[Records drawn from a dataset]
---

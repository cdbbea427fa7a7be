using System.Collections.Immutable;

namespace Fusecraft.Groupoids;

/// <summary>
/// A few short loops that generate a vertex group: what a solver by hand should learn, and what a designer should know. None can be left out.
/// </summary>
/// <remarks>
/// Loops are tried by length, all of one length before any longer one; one that brings nothing new is passed over, and what later ones made superfluous is dropped, the longest first. There may be
/// a basis of fewer loops. Immutable, safe to share.
/// </remarks>
public sealed class LoopBasis
{
    internal LoopBasis(VertexGroup group, ImmutableArray<BasisLoop> loops, ImmutableArray<LoopFamily> families, int provenLength)
    {
        VertexGroup = group;
        Loops = loops;
        Families = families;
        ProvenLength = provenLength;
    }

    /// <summary>The group that the loops generate.</summary>
    public VertexGroup VertexGroup { get; }

    /// <summary>The loops, shortest first.</summary>
    public ImmutableArray<BasisLoop> Loops { get; }

    /// <summary>The loops, with the copies that symmetries of the base shape make of one loop taken together; in the order of their first loops.</summary>
    public ImmutableArray<LoopFamily> Families { get; }

    /// <summary>The number of steps of the longest loop; 0 where there is none.</summary>
    public int LongestLength => Loops.IsEmpty ? 0 : Loops[^1].Length;

    /// <summary>However loops are chosen to generate the group, one of them has at least so many steps; 0 for the trivial group.</summary>
    public int ProvenLength { get; }

    /// <summary>True when no loops generate the group that are all shorter than the longest one here.</summary>
    public bool IsShortest => LongestLength == ProvenLength;

    /// <summary>Finds a loop basis.</summary>
    /// <param name="group">The vertex group to generate.</param>
    /// <param name="options">How far to look; null for the usual.</param>
    /// <param name="cancellationToken">Ends the work early.</param>
    /// <exception cref="ArgumentOutOfRangeException">The budget is below 1.</exception>
    /// <exception cref="ArgumentException">The symmetries are those of another mechanism.</exception>
    /// <exception cref="OperationCanceledException">The token asked for it.</exception>
    /// <remarks>
    /// Writes out the arrows of the region (see <see cref="ShapeGroupoid.GraphOf"/>) and searches states from the base shape both ways: every loop is a path out and a path back of at most half its length.
    /// </remarks>
    public static LoopBasis Of(VertexGroup group, LoopBasisOptions? options = null, CancellationToken cancellationToken = default)
    {
        ArgumentNullException.ThrowIfNull(group);
        options ??= LoopBasisOptions.Default;
        ArgumentOutOfRangeException.ThrowIfLessThan(options.MaxStates, 1, nameof(options));
        var mechanism = group.Groupoid.Mechanism;
        if (options.Symmetries is { } given && !ReferenceEquals(given.Mechanism, mechanism))
        {
            throw new ArgumentException($"The symmetries are those of another mechanism than {mechanism.Name}.", nameof(options));
        }

        var symmetries = (options.Symmetries ?? SymmetryGroup.Of(mechanism, cancellationToken)).Fixing(group.Groupoid.ShapeAt(group.BaseShape), cancellationToken);
        return mechanism.SiteCount <= 256
            ? new LoopBasisSearch<byte>(group, symmetries, options.MaxStates, cancellationToken).Run()
            : new LoopBasisSearch<ushort>(group, symmetries, options.MaxStates, cancellationToken).Run();
    }
}
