using System.Collections.Immutable;

namespace Fusecraft.Groupoids;

/// <summary>Loops of a basis that are copies of one another: a symmetry of the base shape takes the permutation of one, or its inverse, to that of the other.</summary>
/// <param name="Loops">The loops of the basis in this family, shortest first.</param>
/// <param name="CopyCount">How many copies the symmetries make of one of them, itself counted and a loop and its inverse counted once. Some of the copies need not be in the basis. Null where there are many thousands.</param>
public sealed record LoopFamily(ImmutableArray<BasisLoop> Loops, int? CopyCount);
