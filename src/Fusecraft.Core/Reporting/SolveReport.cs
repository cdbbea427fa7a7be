using Fusecraft.Solving;

namespace Fusecraft.Reporting;

/// <summary>What a solver found, as JSON.</summary>
public static class SolveReport
{
    /// <summary>
    /// One JSON object on one line: <c>solvable</c> (true, false, or null where a budget ended the work), <c>word</c> and <c>length</c> (null where there is no path),
    /// where length is not counted by steps <c>metric</c> and <c>lengthByMetric</c>, then <c>provenShortest</c> and <c>reason</c>.
    /// </summary>
    /// <param name="result">What a solver found.</param>
    public static string ToJson(SolveResult result)
    {
        ArgumentNullException.ThrowIfNull(result);
        return JsonLine.Write(result, static (json, result) =>
        {
            json.WriteStartObject();
            if (result.IsSolvable is { } solvable)
            {
                json.WriteBoolean("solvable", solvable);
            }
            else
            {
                json.WriteNull("solvable");
            }

            json.WriteString("word", result.Path?.Word.ToString());
            if (result.HasPath)
            {
                json.WriteNumber("length", result.Path.Length);
            }
            else
            {
                json.WriteNull("length");
            }

            if (result.HasPath && result.Metric.Kind != MetricKind.Step)
            {
                json.WriteString("metric", result.Metric.ToString());
                json.WriteNumber("lengthByMetric", result.Metric.LengthOf(result.Path));
            }

            json.WriteBoolean("provenShortest", result.IsProvenShortest);
            json.WriteString("reason", result.Reason);
            json.WriteEndObject();
        });
    }
}
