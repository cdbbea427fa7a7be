using Fusecraft.Solving;

namespace Fusecraft.Reporting;

/// <summary>A scramble as JSON.</summary>
public static class ScrambleReport
{
    /// <summary>What the object calls its format.</summary>
    public const string Format = "fusecraft/scramble/1";

    /// <summary>
    /// One JSON object on one line: <c>format</c>, <c>seed</c>, <c>number</c> (from 0, of those drawn with the seed), <c>state</c> as cycles of sites, <c>word</c> from home and its <c>length</c> in steps (null where the
    /// search for one ended by its budget).
    /// </summary>
    /// <param name="scramble">What was drawn.</param>
    /// <param name="seed">The seed it was drawn with.</param>
    /// <param name="number">Which of those drawn with the seed it is, from 0.</param>
    public static string ToJson(Scramble scramble, ulong seed, int number)
    {
        ArgumentNullException.ThrowIfNull(scramble);
        return JsonLine.Write((scramble, seed, number), static (json, given) =>
        {
            json.WriteStartObject();
            json.WriteString("format", Format);
            json.WriteNumber("seed", given.seed);
            json.WriteNumber("number", given.number);
            json.WriteString("state", given.scramble.State.ToString());
            json.WriteString("word", given.scramble.Path?.Word.ToString());
            if (given.scramble.Path is { } path)
            {
                json.WriteNumber("length", path.Length);
            }
            else
            {
                json.WriteNull("length");
            }

            json.WriteEndObject();
        });
    }
}
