using System.Collections.Immutable;

namespace Fusecraft.Groupoids;

/// <summary>Where a loop takes a block.</summary>
/// <param name="Block">The block in the base shape, as ascending piece numbers.</param>
/// <param name="Target">The block of the base shape whose place it takes.</param>
/// <param name="Motion">Whether it moves there, turns in its place or keeps still.</param>
public readonly record struct BlockMove(ImmutableArray<int> Block, ImmutableArray<int> Target, BlockMotion Motion);
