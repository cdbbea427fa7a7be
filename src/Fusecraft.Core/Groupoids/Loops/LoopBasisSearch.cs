using System.Collections.Immutable;
using System.Diagnostics;
using System.Numerics;
using Fusecraft.Groups;
using Fusecraft.Mechanisms;
using Fusecraft.Permutations;

namespace Fusecraft.Groupoids;

/// <summary>
/// Finds a loop basis: tries all loops by length, as a path out and a path back that meet halfway, and keeps those that the ones kept before do not generate. When the states run out, the loops over single arcs with
/// shortest ways there and back follow, by length too; those generate the group for certain.
/// </summary>
internal sealed class LoopBasisSearch<T>
    where T : unmanaged, IBinaryInteger<T>
{
    /// <summary>So many copies of one loop are looked at.</summary>
    private const int MaxCopies = 10_000;

    /// <summary>States held at most, times the lanes of each.</summary>
    private const int MaxLanes = 1 << 29;
    private readonly VertexGroup _group;
    private readonly ImmutableArray<MechanismSymmetry> _symmetries;
    private readonly CancellationToken _cancellation;
    private readonly int _maxStates;
    private readonly RegionGraph _graph;
    private readonly int _root;
    private readonly ChainBuilder<T> _builder;
    private readonly PackedPermutations<T> _labels;
    private readonly PackedPermutations<T> _inverses;
    private readonly LoopStates<T> _ahead;
    private readonly LoopStates<T> _behind;
    private readonly List<TurnPath> _kept = [];
    private readonly T[] _inverse;
    private readonly T[] _loop;

    public LoopBasisSearch(VertexGroup group, SymmetryGroup symmetries, int maxStates, CancellationToken cancellation)
    {
        _group = group;
        _symmetries = symmetries.Generators;
        _cancellation = cancellation;
        _graph = group.Groupoid.GraphOf(group.Region.Index, null, cancellation);
        _root = _graph.Place(group.BaseShape);
        var mechanism = group.Groupoid.Mechanism;
        _builder = new ChainBuilder<T>(mechanism.SiteCount, default, group.Order);
        _maxStates = Math.Min(maxStates, MaxLanes / _builder.Stride);
        _labels = new PackedPermutations<T>(_builder.Stride, Math.Max(1, mechanism.Steps.Length));
        _inverses = new PackedPermutations<T>(_builder.Stride, Math.Max(1, mechanism.Steps.Length));
        foreach (var step in mechanism.Steps)
        {
            step.Permutation.CopyLanes(_labels.AddRow());
            step.Permutation.Inverse().CopyLanes(_inverses.AddRow());
        }

        _ahead = new LoopStates<T>(_root, _graph.Out, _labels);
        _behind = _graph.IsReversible ? _ahead : new LoopStates<T>(_root, _graph.In, _inverses);
        _inverse = new T[_builder.Stride];
        _loop = new T[_builder.Stride];
    }

    private bool IsDone => _builder.Order == _group.Order;

    public LoopBasis Run()
    {
        var covered = TryAllLoops();
        var proven = IsDone ? _kept.Select(loop => loop.Length).DefaultIfEmpty(0).Max() : covered + 1;
        if (!IsDone)
        {
            TryTreeLoops(covered);
        }

        DropSuperfluous();
        ImmutableArray<BasisLoop> loops = [.. _kept.Select(path => new BasisLoop(path))];
        return new LoopBasis(_group, loops, Families(loops), proven);
    }

    // Until the group is generated, or the states run out: then gives the length up to which all loops have been tried.
    private int TryAllLoops()
    {
        var meetings = new LoopMeetings(TryMeeting);
        meetings.AddOut(0, _root);
        meetings.AddBack(0, _root);
        for (var half = 1; !IsDone; half++)
        {
            if (_ahead.IsExhausted && _behind.IsExhausted)
            {
                throw new UnreachableException("All loops together do not generate the vertex group.");
            }

            if (!_ahead.TryGrow(_maxStates, _cancellation))
            {
                return (2 * half) - 2;
            }

            for (var state = _ahead.LastLevel; state < _ahead.Count && !IsDone; state++)
            {
                meetings.AddOut(state, _ahead.Vertex(state));
            }

            if (!IsDone && _behind != _ahead && !_behind.TryGrow(_maxStates, _cancellation))
            {
                return (2 * half) - 1;
            }

            for (var state = _behind.LastLevel; state < _behind.Count && !IsDone; state++)
            {
                meetings.AddBack(state, _behind.Vertex(state));
            }
        }

        return int.MaxValue;
    }

    private void TryMeeting(int there, int back)
    {
        Lanes.InvertPadded<T>(_behind[back], _inverse);
        Lanes.ComposePadded<T>(_ahead[there], _inverse, _loop);
        if (IsNew())
        {
            // The path back was found from its end.
            var steps = _ahead.PathTo(there).ConvertAll(arc => StepAt(arc.Vertex, arc.Label));
            var home = _behind.PathTo(back).ConvertAll(arc => StepAt(arc.End, LabelFromEnd(arc.Label)));
            home.Reverse();
            Keep([.. steps, .. home]);
        }
    }

    // Loops over an arc s -> s' by shortest ways to s and from s', longer than those that have all been tried. With the loops over the arcs of the two trees themselves these generate every loop.
    private void TryTreeLoops(int covered)
    {
        var there = new LoopTree(_root, _graph.Out);
        var back = _graph.IsReversible ? there : new LoopTree(_root, _graph.In);
        for (var length = covered + 1; length <= there.Depth + 1 + back.Depth && !IsDone; length++)
        {
            foreach (var vertex in there.Order)
            {
                _cancellation.ThrowIfCancellationRequested();
                var hasPath = false;
                for (var arc = _graph.Out.Start(vertex); arc < _graph.Out.Start(vertex + 1) && !IsDone; arc++)
                {
                    var end = _graph.Out.Ends[arc];
                    if (there.Distance(vertex) + 1 + back.Distance(end) != length)
                    {
                        continue;
                    }

                    if (!hasPath)
                    {
                        Lanes.Identity<T>(_inverse);
                        for (var at = vertex; at != _root; at = there.Parent(at))
                        {
                            Lanes.ComposePadded<T>(_inverse, _inverses[there.Label(at)], _inverse);
                        }

                        hasPath = true;
                    }

                    Lanes.InvertPadded<T>(_inverse, _loop);
                    Lanes.ComposePadded<T>(_loop, _labels[_graph.Out.Labels[arc]], _loop);
                    for (var at = end; at != _root; at = back.Parent(at))
                    {
                        Lanes.ComposePadded<T>(_loop, _labels[LabelFromEnd(back.Label(at))], _loop);
                    }

                    if (IsNew())
                    {
                        Keep(StepsOver(there, back, vertex, arc));
                    }
                }
            }
        }
    }

    private List<Step> StepsOver(LoopTree there, LoopTree back, int vertex, int arc)
    {
        var steps = new List<Step>();
        for (var at = vertex; at != _root; at = there.Parent(at))
        {
            steps.Add(StepAt(there.Parent(at), there.Label(at)));
        }

        steps.Reverse();
        steps.Add(StepAt(vertex, _graph.Out.Labels[arc]));
        for (var at = _graph.Out.Ends[arc]; at != _root; at = back.Parent(at))
        {
            steps.Add(StepAt(at, LabelFromEnd(back.Label(at))));
        }

        return steps;
    }

    private bool IsNew()
    {
        if (_builder.Contains(_loop))
        {
            return false;
        }

        _builder.Complete(_cancellation);
        return !_builder.Contains(_loop);
    }

    // Keeps a loop, and those of its copies under symmetries that the ones kept do not generate; they are as long.
    private void Keep(List<Step> steps)
    {
        var shape = _group.Groupoid.ShapeAt(_group.BaseShape);
        var copies = new List<TurnPath> { TurnPath.Follow(shape, steps) };
        var seen = new HashSet<Permutation> { copies[0].Permutation };
        for (var i = 0; i < copies.Count && !IsDone; i++)
        {
            Load(copies[i].Permutation);
            if (IsNew())
            {
                Add(copies[i]);
            }

            foreach (var symmetry in _symmetries)
            {
                if (copies.Count < MaxCopies && seen.Add(copies[i].Permutation.ConjugateBy(symmetry.Sites)))
                {
                    copies.Add(TurnPath.Follow(shape, copies[i].Steps.Select(symmetry.Image)));
                }
            }
        }
    }

    private void Add(TurnPath loop)
    {
        Load(loop.Permutation);
        _builder.Add(_loop, _cancellation);
        _builder.Complete(_cancellation);
        _kept.Add(loop);
    }

    private void Load(Permutation permutation) => permutation.CopyLanes(_loop.AsSpan());

    private void DropSuperfluous()
    {
        for (var i = _kept.Count - 1; i >= 0 && _kept.Count > 1; i--)
        {
            var others = PermutationGroup.Generate(_kept.Where((_, other) => other != i).Select(loop => loop.Permutation), _group.Group.Degree);
            if (StabilizerChain.Build(others, new ChainOptions { OrderBound = _group.Order }, _cancellation).Order == _group.Order)
            {
                _kept.RemoveAt(i);
            }
        }
    }

    private ImmutableArray<LoopFamily> Families(ImmutableArray<BasisLoop> loops)
    {
        var families = new List<(List<BasisLoop> Loops, HashSet<Permutation> Copies)>();
        foreach (var loop in loops)
        {
            var at = families.FindIndex(family => family.Copies.Contains(loop.Permutation));
            if (at < 0)
            {
                at = families.Count;
                families.Add(([], Copies(loop.Permutation)));
            }

            families[at].Loops.Add(loop);
        }

        return [.. families.Select(family => new LoopFamily([.. family.Loops], family.Copies.Count < MaxCopies ? family.Copies.Sum(copy => copy == copy.Inverse() ? 2 : 1) / 2 : null))];
    }

    // The images of a permutation and of its inverse under the symmetries.
    private HashSet<Permutation> Copies(Permutation permutation)
    {
        var queue = new Queue<Permutation>([permutation, permutation.Inverse()]);
        HashSet<Permutation> copies = [.. queue];
        while (copies.Count < MaxCopies && queue.TryDequeue(out var copy))
        {
            foreach (var symmetry in _symmetries)
            {
                var image = copy.ConjugateBy(symmetry.Sites);
                if (copies.Add(image))
                {
                    queue.Enqueue(image);
                }
            }
        }

        return copies;
    }

    private Step StepAt(int vertex, int label) => _graph.ArrowWith(vertex, label).Step;

    // Arcs by their ends are in a table of their own, or in that by their sources, as what undoes them.
    private int LabelFromEnd(int label) => _graph.IsReversible ? _graph.InverseLabel[label] : label;
}
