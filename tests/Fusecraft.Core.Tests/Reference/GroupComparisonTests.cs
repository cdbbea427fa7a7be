using System.Text.Json;
using Fusecraft.Groups;
using Fusecraft.Tests.Support;

namespace Fusecraft.Tests.Reference;

/// <summary>Random groups against SymPy, a general-purpose library that shares no code with this one. Each test says of every group on which the two disagree what its generators are.</summary>
[Trait("Category", "Reference")]
public class GroupComparisonTests
{
    private const int Count = 200;

    // One run of Python answers all questions.
    private static readonly Lazy<SymPyAnswer[]> _answers = new(AskSymPy);

    [SymPyFact]
    public void Orders_agree() => Compare(group => $"{group.Order}", answer => answer.Order);

    [SymPyFact]
    public void Orbits_agree() => Compare(group => Text(group.Orbits.Select(orbit => orbit.AsEnumerable())), answer => Text(answer.Orbits));

    [SymPyFact]
    public void Orders_along_the_derived_series_agree() => Compare(
        group => string.Join(' ', group.DerivedSeries().Select(subgroup => subgroup.Order)), answer => string.Join(' ', answer.DerivedOrders));

    [SymPyFact]
    public void Orders_of_the_centre_agree() => Compare(group => $"{group.Centre().Order}", answer => answer.CentreOrder);

    [SymPyFact]
    public void Abelian_invariants_agree() => Compare(group => string.Join(' ', group.AbelianInvariants()), answer => string.Join(' ', answer.AbelianInvariants));

    [SymPyFact]
    public void Solvable_and_nilpotent_groups_agree() => Compare(group => $"{group.IsSolvable} {group.IsNilpotent}", answer => $"{answer.IsSolvable} {answer.IsNilpotent}");

    [SymPyFact]
    public void Block_systems_that_join_two_points_agree() => Compare(
        group => group.IsTransitive ? Lines(Enumerable.Range(1, group.Degree - 1).Select(point => group.BlockSystemJoining(0, point).ToString())) : "",
        answer => Lines((answer.Joins ?? []).Select(Parts)));

    // SymPy gives a primitive group the one part of all points as its only minimal system; here it has none.
    [SymPyFact]
    public void Minimal_block_systems_agree() => Compare(
        group => group.IsTransitive ? Lines(group.MinimalBlockSystems(0).Select(system => system.ToString()).Order(StringComparer.Ordinal)) : "",
        answer => Lines((answer.MinimalSystems ?? []).Where(labels => labels.Distinct().Count() > 1).Select(Parts).Order(StringComparer.Ordinal)));

    private static void Compare(Func<PermutationGroup, string> ours, Func<SymPyAnswer, string> theirs)
    {
        Assert.Equal(Count, _answers.Value.Length);
        List<string> disagreements =
        [
            .. from pair in ReferenceGroups.All.Zip(_answers.Value)
               let our = ours(pair.First.Group)
               let their = theirs(pair.Second)
               where our != their
               select $"{pair.First.Kind}, degree {pair.First.Group.Degree}, generators {string.Join("; ", pair.First.Group.Generators)}: {our} here, {their} from SymPy",
        ];
        Assert.True(disagreements.Count == 0, Lines(disagreements));
    }

    private static SymPyAnswer[] AskSymPy()
    {
        var groups = ReferenceGroups.All.Select(pair => new { pair.Group.Degree, Generators = pair.Group.Generators.Select(generator => Enumerable.Range(0, pair.Group.Degree).Select(point => generator[point])) });
        var input = JsonSerializer.Serialize(groups, JsonSerializerOptions.Web);
        return JsonSerializer.Deserialize<SymPyAnswer[]>(SymPy.Run(Repository.PathOf("tests/Fusecraft.Core.Tests/Reference/groups.py"), input), JsonSerializerOptions.Web)!;
    }

    private static string Lines(IEnumerable<string> texts) => string.Join('\n', texts);

    private static string Text(IEnumerable<IEnumerable<int>> orbits) => string.Join(' ', orbits.Select(orbit => "{" + string.Join(' ', orbit.Select(point => point + 1)) + "}"));

    // The labels of the points as parts, written as BlockSystem writes them.
    private static string Parts(int[] labels) => Text(Enumerable.Range(0, labels.Length).GroupBy(point => labels[point]));
}
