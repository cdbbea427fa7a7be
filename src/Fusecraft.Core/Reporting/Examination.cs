using System.Numerics;
using Fusecraft.Groupoids;
using Fusecraft.Mechanisms;

namespace Fusecraft.Reporting;

/// <summary>
/// What a mechanism can do, in figures: its shapes, its regions, the vertex group at home and the number of states. Every count is exact; what a budget left unknown is null.
/// </summary>
/// <remarks>Immutable, safe to share.</remarks>
public sealed partial class Examination
{
    private Examination(Mechanism mechanism, ShapeGroupoid groupoid)
    {
        Mechanism = mechanism;
        IsComplete = groupoid.IsComplete;
        ShapeCount = groupoid.ShapeCount;
        FreeTurnCount = groupoid.FreeTurnCount;
    }

    /// <summary>The mechanism examined.</summary>
    public Mechanism Mechanism { get; }

    /// <summary>False when a budget ended the exploration: then there are more shapes than those counted, and all that rests on knowing them all is null.</summary>
    public bool IsComplete { get; }

    /// <summary>The number of shapes reachable from home; of those found so far, when not complete.</summary>
    public int ShapeCount { get; }

    /// <summary>The number of pairs (shape, turn) whose forward step is free; when not complete, at the shapes all of whose steps were tried.</summary>
    public long FreeTurnCount { get; }

    /// <summary>The number of shapes where exactly one turn has a free step, in either sense.</summary>
    public int? DeadEndCount { get; private init; }

    /// <summary>The number of shapes where no step is free.</summary>
    public int? StuckShapeCount { get; private init; }

    /// <summary>The number of regions.</summary>
    public int? RegionCount { get; private init; }

    /// <summary>The number of pairs (shape, free step) that leave their region.</summary>
    public long? PassageCount { get; private init; }

    /// <summary>The number of regions other than the home region that no passage leads out of.</summary>
    public int? TrapCount { get; private init; }

    /// <summary>The region of the home shape, with the vertex group there.</summary>
    public HomeRegionFigures? HomeRegion { get; private init; }

    /// <summary>
    /// The number of states reachable from home, over all regions, as <see cref="ShapeGroupoid.CountReachableStates"/> gives it with its default budget. Null when that does not suffice: with several regions the
    /// number is not a simple product.
    /// </summary>
    public BigInteger? ReachableStateCount { get; private init; }

    /// <summary>Examines a mechanism: explores all shapes from home and extracts the vertex group there, proven.</summary>
    /// <param name="mechanism">The mechanism.</param>
    /// <param name="options">How far the exploration may go; null for no limit but memory.</param>
    /// <param name="progress">Told now and then how far the exploration has come.</param>
    /// <param name="cancellationToken">Ends the work early.</param>
    /// <exception cref="MechanismFormatException">Two steps written alike are free in one reachable shape.</exception>
    /// <exception cref="OperationCanceledException">The token asked for it.</exception>
    /// <remarks>Costs what <see cref="ShapeGroupoid.Explore"/> and <see cref="ShapeGroupoid.VertexGroupAt"/> cost, and with several regions what <see cref="ShapeGroupoid.CountReachableStates"/> does.</remarks>
    public static Examination Of(
        Mechanism mechanism, ExplorationOptions? options = null, IProgress<ExplorationProgress>? progress = null, CancellationToken cancellationToken = default)
    {
        var groupoid = ShapeGroupoid.Explore(mechanism, options, progress, cancellationToken);
        if (!groupoid.IsComplete)
        {
            return new Examination(mechanism, groupoid);
        }

        var home = groupoid.VertexGroupAt(0, cancellationToken);
        return new Examination(mechanism, groupoid)
        {
            DeadEndCount = groupoid.DeadEndCount,
            StuckShapeCount = groupoid.StuckShapeCount,
            RegionCount = groupoid.Regions.Length,
            PassageCount = groupoid.PassageCount,
            TrapCount = groupoid.TrapCount,
            HomeRegion = new HomeRegionFigures(home),
            ReachableStateCount = ReachableStates.Count(home, StateCountOptions.Default, cancellationToken),
        };
    }
}
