using System.Collections.Immutable;
using Fusecraft.Groups;
using Fusecraft.Permutations;

namespace Fusecraft.Groupoids;

/// <summary>How the loops at a base shape move some things (sites, pieces, blocks), with the names of those.</summary>
/// <remarks>Immutable, safe to share.</remarks>
public sealed class LoopAction
{
    internal LoopAction(VertexGroup vertexGroup, GroupAction action, ImmutableArray<string> names)
    {
        VertexGroup = vertexGroup;
        Action = action;
        Names = names;
    }

    /// <summary>The group of the loops.</summary>
    public VertexGroup VertexGroup { get; }

    /// <summary>The action as a homomorphism of groups.</summary>
    public GroupAction Action { get; }

    /// <summary>What the points of the action are called, in their order.</summary>
    public ImmutableArray<string> Names { get; }

    /// <summary>What loops can do to the things, as permutations of 0 … Names.Length - 1.</summary>
    public PermutationGroup Image => Action.Image;

    /// <summary>The permutations of the loops that act trivially: each thing ends where it was.</summary>
    public PermutationGroup Kernel => Action.Kernel;

    /// <summary>What a loop does to the things; the identity where it acts trivially.</summary>
    /// <exception cref="ArgumentException">The path is no loop at the base shape.</exception>
    public Permutation Of(TurnPath loop)
    {
        ArgumentNullException.ThrowIfNull(loop);
        return loop.IsLoop && VertexGroup.Groupoid.IndexOf(loop.Source) == VertexGroup.BaseShape
            ? Action.Map(loop.Permutation)
            : throw new ArgumentException($"The path goes from {loop.Source} to {loop.Target}; it is no loop at the base shape.", nameof(loop));
    }
}
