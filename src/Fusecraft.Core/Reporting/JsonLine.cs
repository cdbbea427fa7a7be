using System.Buffers;
using System.Text;
using System.Text.Encodings.Web;
using System.Text.Json;

namespace Fusecraft.Reporting;

/// <summary>Writes one JSON value on one line, in plain Unicode.</summary>
internal static class JsonLine
{
    // Only what JSON itself demands is escaped, so that 2^3·3 reads as it is written; the text is not meant to stand inside HTML.
    private static readonly JsonWriterOptions Options = new() { Encoder = JavaScriptEncoder.UnsafeRelaxedJsonEscaping };

    public static string Write<T>(T value, Action<Utf8JsonWriter, T> write)
    {
        var buffer = new ArrayBufferWriter<byte>();
        using (var json = new Utf8JsonWriter(buffer, Options))
        {
            write(json, value);
        }

        return Encoding.UTF8.GetString(buffer.WrittenSpan);
    }
}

---

> _EXERCISE DESCRIPTION_: Copy out each line of the data above, exactly, if it lies between the line holding "group => string.Join(' ', group.DerivedSeries().Select(subgroup" and the line holding "public void Block_systems_that_join_two_points_agree()", inclusive; copy no other line.

> _SOLUTION FOR THIS TASK_:
        group => string.Join(' ', group.DerivedSeries().Select(subgroup => subgroup.Order)), answer => string.Join(' ', answer.DerivedOrders));

    [SymPyFact]
    public void Orders_of_the_centre_agree() => Compare(group => $"{group.Centre().Order}", answer => answer.CentreOrder);

    [SymPyFact]
    public void Abelian_invariants_agree() => Compare(group => string.Join(' ', group.AbelianInvariants()), answer => string.Join(' ', answer.AbelianInvariants));

    [SymPyFact]
    public void Solvable_and_nilpotent_groups_agree() => Compare(group => $"{group.IsSolvable} {group.IsNilpotent}", answer => $"{answer.IsSolvable} {answer.IsNilpotent}");

    [SymPyFact]
    public void Block_systems_that_join_two_points_agree() => Compare(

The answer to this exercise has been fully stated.